How to understand the coefficient of determination by decomposing sum of squares? Sorry for russian labels. I have some problems with understanding the formula for the coefficient of determination. However, how can we prove that $SSR+SSE=SST$?

 A: I assume that instead of a proof of the equation (as it is just the definition of the statistic), you are looking for the intuition to understand it.
It can be confusing to use the abbreviations SSE and SSR as depending on the author they can be swapped: SSE can be the explained Sum of Squares or the error Sum of Squares, while the SSR can be the residual Sum of Squares or the regression Sum of Squares.
As a preliminary note, we note that the Sum of Squares is a way to measure our errors. There are diverse ways to express or weight our errors, depending on the context (i.e. what are the kind of errors we want to avoid the most). In this case, we deal with Sum of Squares instead of just a Sum since it puts a greater weight on very large differences (see this answer for further explanation).
We know that the coefficient of determination is generally understood as the proportion of variability that is explained by your model. Let's see the equation itself and some equivalent formulations of it:
$$R^2 = 1 - \frac{SS_{residual}}{SS_{total}} = \frac{SS_{total} - SS_{residual}}{SS_{total}} = \frac{SS_{explained}}{SS_{total}}$$
Conceptually we can see that we have defined a quantity to be the total of our squared errors, $SS_{total}$. But in theory, we can be as wrong as we want in trying to predict an observed value $Y_i$ (you can put your predicted value as off-chart as you would want to!). From the image in your question, you can see that we are defining a baseline in how wrong we can be in our prediction, by predicting with the mean of the response variable, $\bar{Y}$. So the $SS_{total}$ will be defined as the total sum of errors from predicting with the mean response.

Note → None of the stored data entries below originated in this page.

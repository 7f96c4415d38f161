// SPDX-License-Identifier: Apache-2.0
/// @file
/// What a fault finds in the grid of a state. What flows meanwhile is in state_trace.cpp.
#include <fmt/format.h>

#include <algorithm>
#include <cmath>
#include <limits>
#include <numbers>
#include <numeric>

#include "solver/state_grid.h"

namespace sunder::solver {
namespace {

using models::Conductor;
using models::ConductorSet;
using models::Source;

constexpr Conductor kLines[] = {Conductor::L1, Conductor::L2, Conductor::L3};
constexpr Conductor kAll[] = {Conductor::L1, Conductor::L2, Conductor::L3, Conductor::N, Conductor::PE};

std::size_t at(int handle) { return static_cast<std::size_t>(handle); }

}  // namespace

GridPlace StateGrid::at_board(int board) const {
  GridPlace place;
  place.node = place.board = board;
  place.have = tree_.conductors[at(board)];
  return place;
}

GridPlace StateGrid::at_circuit(int index_of, CircuitEnd end) const {
  const models::Circuit& circuit = network_.circuits[at(index_of)];
  GridPlace place = at_board(circuit.board);
  ConductorSet have;
  for (const Conductor c : kAll)
    if (place.have.has(c) && circuit.conductors.has(c)) have.add(c);
  place.have = have;
  const int node = circuit_node_[at(index_of)];
  const CircuitEnd worst = worst_end(network_, circuit);
  if (node >= 0 && end.spur == worst.spur && end.fraction == worst.fraction) {
    place.node = node;  // a motor stands there
    return place;
  }
  place.beyond = circuit_matrix(network_, circuit, end, condition_);
  return place;
}

GridPlace StateGrid::along_submain(int submain, double fraction) const {
  const models::Submain& of = network_.submains[at(submain)];
  GridPlace place;
  place.board = of.from;
  place.run = run_of_submain_[at(submain)];
  place.fraction = fraction;
  place.in_parallel = of.in_parallel;
  for (const Conductor c : kAll)
    if (views_.empty() || tree_.conductors[at(of.from)].has(c))
      if (of.conductors.has(c) || (of.pen && c == Conductor::PE)) place.have.add(c);
  return place;
}

ConductorMatrix StateGrid::one_cable(const Grid& grid, const GridPlace& place) {
  const RunImpedance& z = grid.impedance(place.run);
  const ConductorSet carried = grid.carried(place.run);
  ConductorMatrix m = ConductorMatrix::Zero();
  for (const Conductor c : kLines)
    if (carried.has(c)) m(static_cast<int>(index(c)), static_cast<int>(index(c))) = z.line;
  if (carried.has(Conductor::N)) m(3, 3) = z.neutral;
  if (z.pen) {
    m(4, 4) = m(3, 4) = m(4, 3) = z.neutral;
  } else if (carried.has(Conductor::PE)) {
    m(4, 4) = z.protective;
  }
  return m * static_cast<double>(place.in_parallel);
}

// Between the ends a and b of a run, x of the way along one of its cables z:
// Z = (1-x)^2 Z_aa + x^2 Z_bb + x(1-x)(Z_ab + Z_ba) + x(1-x) z.
ConductorMatrix StateGrid::place_matrix(const View& view, const GridPlace& place) const {
  const Grid& grid = view.grid;
  if (place.run < 0) {
    ConductorMatrix z = grid.thevenin(place.node);
    for (Eigen::Index i = 0; i < 5; ++i)
      for (Eigen::Index j = 0; j < 5; ++j)
        z(i, j) += Complex{place.beyond(i, j).real(), place.beyond(i, j).imag() * view.reactance};
    return z;
  }
  const Grid::Ends ends = grid.ends(place.run);
  const double x = place.fraction;
  const ConductorMatrix mixed = grid.transfer(ends.from, ends.to);
  return (1 - x) * (1 - x) * grid.thevenin(ends.from) + x * x * grid.thevenin(ends.to) +
         x * (1 - x) * (mixed + mixed.transpose()) + x * (1 - x) * one_cable(grid, place);
}

std::string StateGrid::why_not(const GridPlace& place, Fault fault) const {
  for (const auto& [whole, name] : followers_)
    if (whole == whole_[at(place.board)]) return "a source that leads: " + name + " only follows a live network";
  if (fault == Fault::three_phase || fault == Fault::line_line) return "";
  const Grid& grid = views_.front().grid;
  const int node = place.run < 0 ? place.node : grid.ends(place.run).from;
  const std::string& board = network_.boards[at(place.board)].name;
  Conductor line = Conductor::L1;
  for (const Conductor c : {Conductor::L3, Conductor::L2, Conductor::L1})
    if (place.have.has(c)) line = c;
  std::string missing;
  for (const auto& [part, need] : no_return_)
    if (missing.empty() && part == part_[at(place.board)]) missing = need;
  const int l = terminal_of(node, line);
  if (fault == Fault::line_neutral) {
    if (grid.connected(l, terminal_of(node, Conductor::N))) return "";
    return missing.empty() ? "a star point for the neutral of " + board : missing;
  }
  const Source& system = system_of(network_, tree_, place.board);
  const bool earthed = grid.earthed(l);
  if (system.high_voltage ? earthed : grid.connected(l, terminal_of(node, Conductor::PE))) return "";
  if (!missing.empty()) return missing;
  const bool isolated = system.earthing == models::Earthing::IT;
  if (earthed)
    return isolated ? "an electrode for the protective conductor of " + board
                    : "a connection of the protective conductor of " + board + " with the star point";
  if (system.high_voltage) {
    if (tree_.stand_in[at(place.board)] >= 0) return "an earthed star point in the network of " + board;
    return system.star.kind == models::StarPoint::Kind::solid ? "line_earth of " + system.name
                                                              : "star_point and line_earth of " + system.name;
  }
  if (isolated) return "capacitance or star_point of " + system.name;
  return "a connection of the protective conductor of " + board + " with the star point";
}

double StateGrid::added_by_inverters(int board) const {
  double amps = 0;
  if (condition_ == Condition::minimum) return amps;
  const double volts = system_of(network_, tree_, board).U;
  for (const SourcePlace& place : sources_) {
    const Source& source = network_.sources[at(place.source)];
    if (!source.inverter.present || place.alone || source.inverter.stages.empty()) continue;
    if (whole_[at(source.board)] != whole_[at(board)]) continue;
    amps += source.inverter.stages.front().amps * source.U / volts;
  }
  return amps;
}

double StateGrid::limit_of_inverter(int board) const {
  double limit = std::numeric_limits<double>::infinity();
  const double volts = system_of(network_, tree_, board).U;
  double sum = 0;
  for (const SourcePlace& place : sources_) {
    if (!place.alone || whole_[at(network_.sources[at(place.source)].board)] != whole_[at(board)]) continue;
    const models::Inverter& inverter = network_.sources[at(place.source)].inverter;
    const models::Stage& stage = condition_ == Condition::maximum ? inverter.stages.front() : inverter.stages.back();
    sum += stage.amps * network_.sources[at(place.source)].U / volts;
    limit = sum;
  }
  return limit;
}

std::vector<models::Stage> StateGrid::stages(int board) const {
  std::vector<models::Stage> all;
  const double volts = system_of(network_, tree_, board).U;
  for (const SourcePlace& place : sources_) {
    const Source& source = network_.sources[at(place.source)];
    if (!place.alone || whole_[at(source.board)] != whole_[at(board)]) continue;
    if (!all.empty()) return {source.inverter.stages.back()};  // two at once: the weaker end of one is safe
    all = source.inverter.stages;
    for (models::Stage& stage : all) stage.amps *= source.U / volts;
  }
  return all;
}

StateGrid::Governing StateGrid::govern(const GridPlace& place, Fault fault, double through) const {
  Governing best;
  FaultCurrent& result = best.current;
  const bool most = condition_ == Condition::maximum;
  const Source& system = system_of(network_, tree_, place.board);
  ConductorSet have = place.have;
  const std::vector<FaultLoops>& all = fault_choices(fault, system.high_voltage);
  result.possible = std::any_of(all.begin(), all.end(), [&](const FaultLoops& l) { return have.contains(l.needs); });
  if (!result.possible) return best;
  const Candidates& candidates = of_fault_[static_cast<std::size_t>(fault)];
  result.known = candidates.known;
  result.needs = candidates.needs;
  if (result.known) {
    result.needs = why_not(place, fault);
    result.known = result.needs.empty();
  }
  if (!result.known) return best;
  result.volts = driving_voltage_at(network_, tree_, place.board, condition_, fault);
  const double limit = limit_of_inverter(place.board);
  for (std::size_t i = 0; i < candidates.views.size(); ++i) {
    const ConductorMatrix z = place_matrix(views_[at(candidates.views[i])], place);
    for (const FaultLoops& loops : all) {
      if (!have.contains(loops.needs)) continue;
      const LoopCurrents solved = solve_loops(loops, z, result.volts, through, system.split_phase, most);
      constexpr double kNothing = 1e-12;
      if (!(std::abs(solved.loop) > kNothing * z.cwiseAbs().maxCoeff()) && std::isinf(limit)) {
        result.known = false;
        result.needs =
            "impedances that do not cancel one another in the loop at " + network_.boards[at(place.board)].name;
        return best;
      }
      // Equal choices: the first in the order of lines.
      constexpr double kEqual = 1e-9;
      const bool better = most ? solved.amps > result.amps * (1 + kEqual) : solved.amps < result.amps * (1 - kEqual);
      // Of two angles of a source with the same current the inductive one, whose X/R belongs to the peak.
      const bool inductive = most && best.loops == &loops && solved.amps >= result.amps * (1 - kEqual) &&
                             x_over_r(solved.loop) > result.x_over_r;
      if (best.view >= 0 && !better && !inductive) continue;
      best.view = candidates.views[i];
      best.loops = &loops;
      result.amps = solved.amps;
      result.loop = solved.loop;
      result.ohms = std::abs(solved.loop);
      result.x_over_r = x_over_r(solved.loop);
      result.phases = loops.phases;
    }
  }
  if (most) {
    // Peak by the ratio X/R at the lower frequency (IEC 60909-0, method C), at its most inductive.
    double kappa = 0;
    for (const int slow : candidates.slow) {
      const ConductorMatrix z = place_matrix(views_[at(slow)], place);
      const Complex loop = solve_loops(*best.loops, z, result.volts, through, system.split_phase, most).loop;
      kappa = std::max(kappa, peak_factor(x_over_r(loop) / views_[at(slow)].reactance));
    }
    result.peak = kappa * std::numbers::sqrt2 * result.amps;
  }
  if (!(result.amps <= limit)) {
    result.amps = limit;
    // The limit stands for an impedance, so that volts over ohms are the amperes.
    result.ohms = result.volts / limit;
    result.loop = result.ohms;
    result.x_over_r = 0;
    if (most) result.peak = std::numbers::sqrt2 * limit;
  }
  const double added = added_by_inverters(place.board);
  result.amps += added;
  if (most) result.peak += std::numbers::sqrt2 * added;
  return best;
}

FaultCurrent StateGrid::current(const GridPlace& place, Fault fault, double through) const {
  return govern(place, fault, through).current;
}

double StateGrid::loop_ohms(const GridPlace& place, Conductor a, Conductor b) const {
  double most = 0;
  const auto i = static_cast<int>(index(a));
  const auto j = static_cast<int>(index(b));
  for (const int v : of_fault_[static_cast<std::size_t>(Fault::line_earth)].views) {
    const ConductorMatrix z = place_matrix(views_[at(v)], place);
    most = std::max(most, std::abs(z(i, i) + z(j, j) - z(i, j) - z(j, i)));
  }
  return most;
}

int StateGrid::main_board(int board) const {
  for (const Star& star : star_nodes_)
    if (part_[at(star.board)] == part_[at(board)] && tree_.conductors[at(star.board)].has(Conductor::PE))
      return star.board;
  return board;
}

}  // namespace sunder::solver
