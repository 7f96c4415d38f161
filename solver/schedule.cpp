// SPDX-License-Identifier: Apache-2.0
// The circuit schedule: one row a circuit or submain, the hardest value of each column over the states.
#include <fmt/format.h>

#include <algorithm>
#include <cmath>
#include <unordered_map>

#include "solver/judge.h"
#include "solver/situation.h"
#include "solver/study.h"

namespace sunder::solver {
namespace {

using models::Network;
using models::Quantity;

// Worst verdict of each subject; what is only noted counts as met.
std::unordered_map<std::string, Verdict> worst_verdicts(const Network& network) {
  std::unordered_map<std::string, Verdict> worst;
  for (const Finding& finding : judge_network(network)) {
    const auto [place, added] = worst.try_emplace(finding.subject, Verdict::meets);
    const Verdict verdict = finding.verdict == Verdict::noted ? Verdict::meets : finding.verdict;
    if (severity(verdict) < severity(place->second)) place->second = verdict;
  }
  return worst;
}

std::string cpc_text(const models::Cable& cable) {
  std::string text;
  for (const models::Strand& strand : cable.protective) text += (text.empty() ? "" : " + ") + strand.label;
  return text.empty() ? "none" : text;
}

ScheduleRow row_of(const Situation& s) {
  ScheduleRow row;
  row.address = s.address;
  row.submain = s.submain != nullptr;
  row.serves = s.circuit != nullptr ? s.circuit->serves
                                    : "board " + s.network->boards[static_cast<std::size_t>(s.submain->to)].name;
  const models::ConductorSet conductors = s.circuit != nullptr ? s.circuit->conductors : s.submain->conductors;
  row.phases = models::phases_text(conductors);
  row.device = s.device->present() ? s.device->text : "";
  // A run given by sequence impedances has no cable to name.
  const std::string times = s.in_parallel > 1 ? fmt::format(" x {}", s.in_parallel) : "";
  row.cable = s.cable != nullptr ? s.cable->text + times : "by z1" + times;
  row.cpc = s.cable != nullptr ? cpc_text(*s.cable) : "";
  row.length = s.length;
  const models::Sourced<double>& Iz = s.circuit != nullptr ? s.circuit->Iz : s.submain->Iz;
  if (Iz.given) row.Iz = Iz.value;
  if (s.circuit != nullptr) {
    if (s.circuit->load.given) row.Ib = s.circuit->load.value;
  } else {
    for (std::size_t m = 0; m < s.network->submains.size(); ++m)
      if (&s.network->submains[m] == s.submain && s.loading->submain[m].known) row.Ib = s.loading->submain[m].amps;
  }
  if (s.device->present()) row.In = s.device->In;
  if (s.drop.known) row.drop = s.drop.share;
  const FaultCurrent& earth = of(s.far_min, Fault::line_earth);
  row.limit = time_limit(s).seconds;
  if (earth.usable()) {
    row.Zs = earth.ohms;
    const Disconnection cleared = disconnection(s.path, earth.amps, row.limit);
    if (cleared.by != nullptr && !s.looped) row.time = cleared.time;
  }
  const FaultCurrent* low = least(s.far_min, {Fault::line_earth, Fault::line_neutral, Fault::line_line}, nullptr);
  if (low != nullptr && low->known) row.least = low->amps;
  const FaultCurrent* high = greatest(s.origin_max, kAllFaults, nullptr);
  if (high != nullptr && high->known) row.greatest = high->amps;
  return row;
}

}  // namespace

std::vector<ScheduleRow> schedule(const Network& network) {
  const std::unordered_map<std::string, Verdict> worst = worst_verdicts(network);
  std::vector<ScheduleRow> rows;
  std::unordered_map<std::string, std::size_t> seen;
  for (std::size_t state = 0; state < network.states.size(); ++state) {
    const StateSolution solution = solve_state(network, static_cast<int>(state));
    for (const Subject& subject : subjects(network, solution)) {
      if (subject.kind != SubjectKind::circuit && subject.kind != SubjectKind::submain) continue;
      ScheduleRow row = row_of(situation(network, solution, subject));
      if (const auto verdict = worst.find(row.address); verdict != worst.end()) row.verdict = verdict->second;
      const auto [place, added] = seen.try_emplace(row.address, rows.size());
      if (added) {
        rows.push_back(std::move(row));
        continue;
      }
      // Several states: the hardest value of each column.
      ScheduleRow& kept = rows[place->second];
      auto harder = [](double& mine, double other, bool greater) {
        if (std::isnan(mine) || (greater ? other > mine : other < mine)) mine = other;
      };
      harder(kept.drop, row.drop, true);
      harder(kept.Zs, row.Zs, true);
      harder(kept.least, row.least, false);
      harder(kept.greatest, row.greatest, true);
      harder(kept.time, row.time, true);
      harder(kept.limit, row.limit, false);
    }
  }
  std::stable_partition(rows.begin(), rows.end(), [](const ScheduleRow& row) { return row.submain; });
  return rows;
}

}  // namespace sunder::solver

Then we have two remaining segments from the mean until our observed $Y_i$ value. These distances or errors from the observed value will each get a name according to their origin. In your graph, you have the $SS_{regression}$ (or $SS_{explained}$), which is what is explained from your regression model, the errors that are explained away when we use $\hat{Y_i}$ instead of $\bar{Y_i}$ to predict. This is the quantity that we want our coefficient of determination to measure.
The remaining segment is the $SS_{error}$ (or $SS_{residual}$), the variation that is not captured by either our model or our mean value. Pure unexplained error, and what we assume to be noise. This is the distance between the real observed value $Y_i$ and our regression fitted value $\hat{Y_i}$.
So, to wrap this up, $SSR + SSE = SST$ comes from this subdivision: the variability captured by our regression model plus the one that cannot be captured by it, which sums the total error (from using our most basic model, the mean value).